Detecting wide binaries using machine learning algorithms
Ashesh, Kaur, Aashish
We present a machine learning (ML) framework for the detection of wide binary star systems using Gaia DR3 data. By training supervised ML models on established wide binary catalogues, we efficiently classify wide binaries and employ clustering and nearest neighbour search to pair candidate systems. Our approach incorporates data preprocessing techniques such as SMOTE, correlation analysis, and PCA, and achieves high accuracy and recall in the task of wide binary classification. The resulting publicly available code enables rapid, scalable, and customizable analysis of wide binaries, complementing conventional analyses and providing a valuable resource for future astrophysical studies.
academic
Detecting Wide Binaries Using Machine Learning Algorithms
Title: Detecting wide binaries using machine learning algorithms
Authors: Amoy Ashesh (Indian Institute of Technology Patna & Trinity College Dublin), Harsimran Kaur (Indian Institute of Technology Patna), Sandeep Aashish (Indian Institute of Technology Patna)
This paper proposes a machine learning framework for detecting wide binary systems using Gaia DR3 data. By training supervised machine learning models on established wide binary catalogs, the researchers efficiently classify wide binaries and employ clustering and nearest neighbor search to pair candidate systems. The methodology integrates data preprocessing techniques including SMOTE, correlation analysis, and PCA, achieving high accuracy and recall rates in wide binary classification tasks. The publicly available code provided enables rapid, scalable, and customizable analysis of wide binaries, offering an effective complement to traditional analytical methods and providing valuable resources for future astrophysical research.
Wide binary systems consist of pairs of stars gravitationally bound at distances ranging from thousands to tens of thousands of astronomical units. These systems operate in low-acceleration environments and serve as ideal laboratories for testing modified gravity theories and standard gravitational deviations.
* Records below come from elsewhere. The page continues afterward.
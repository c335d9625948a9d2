//! Judgement: comparison with the plan's claim, verdicts, plan checks. Every
//! beam gets exactly one entry. Nothing here opens a file or prints.

mod entry;

pub use entry::{
    BeamEntry, Count, FileEntry, FileOutcome, Finding, Judgement, ModelUse, PlanEntry, Run,
    RunSummary, SharedPointSum, Verdict,
};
Computational Complexity: Traditional statistical methods rely on Monte Carlo simulations and complex probabilistic analysis, incurring high computational costs
Noise and Contamination: Identifying true gravitationally-bound pairs and detecting their dynamical anomalies is complicated by noise, contamination, and data scale
Chance Alignments: As separation distance increases, the number of chance alignments increases, presenting challenges for accurate identification
Machine learning methods provide scalable alternatives that can efficiently predict binary systems from noisy background populations through clustering algorithms and nearest neighbor search techniques, offering tools for discovering new physics.
Input: Stellar records from raw Gaia DR3 data
Output: Binary classification labels (wide binary system membership) + binary pairing
Constraint: Supervised learning based on the wide binary catalog established by El-Badry et al.
The original data distribution is highly imbalanced (494,664 vs 5,336). SMOTE technology generates synthetic minority class samples through interpolation, significantly improving model performance.
Clustering for dimensionality reduction is performed first, followed by nearest neighbor search within each cluster, effectively reducing the O(n²) pairing complexity.
El-Badry et al. (2021) - Foundational work on wide binary catalog construction
Chawla et al. (2002) - Original SMOTE technique paper
Breiman (2001) - Random Forest algorithm
Baron (2019) - Survey of machine learning applications in astronomy
Overall Assessment: This is a technically solid and highly practical application paper. The authors successfully apply machine learning techniques to a specific astrophysical problem, achieving significant performance improvements. While relatively limited in theoretical innovation, its open-source tools and systematic methodology make substantial contributions to the field. This work provides an important foundation for subsequent gravity theory testing and anomalous wide binary detection.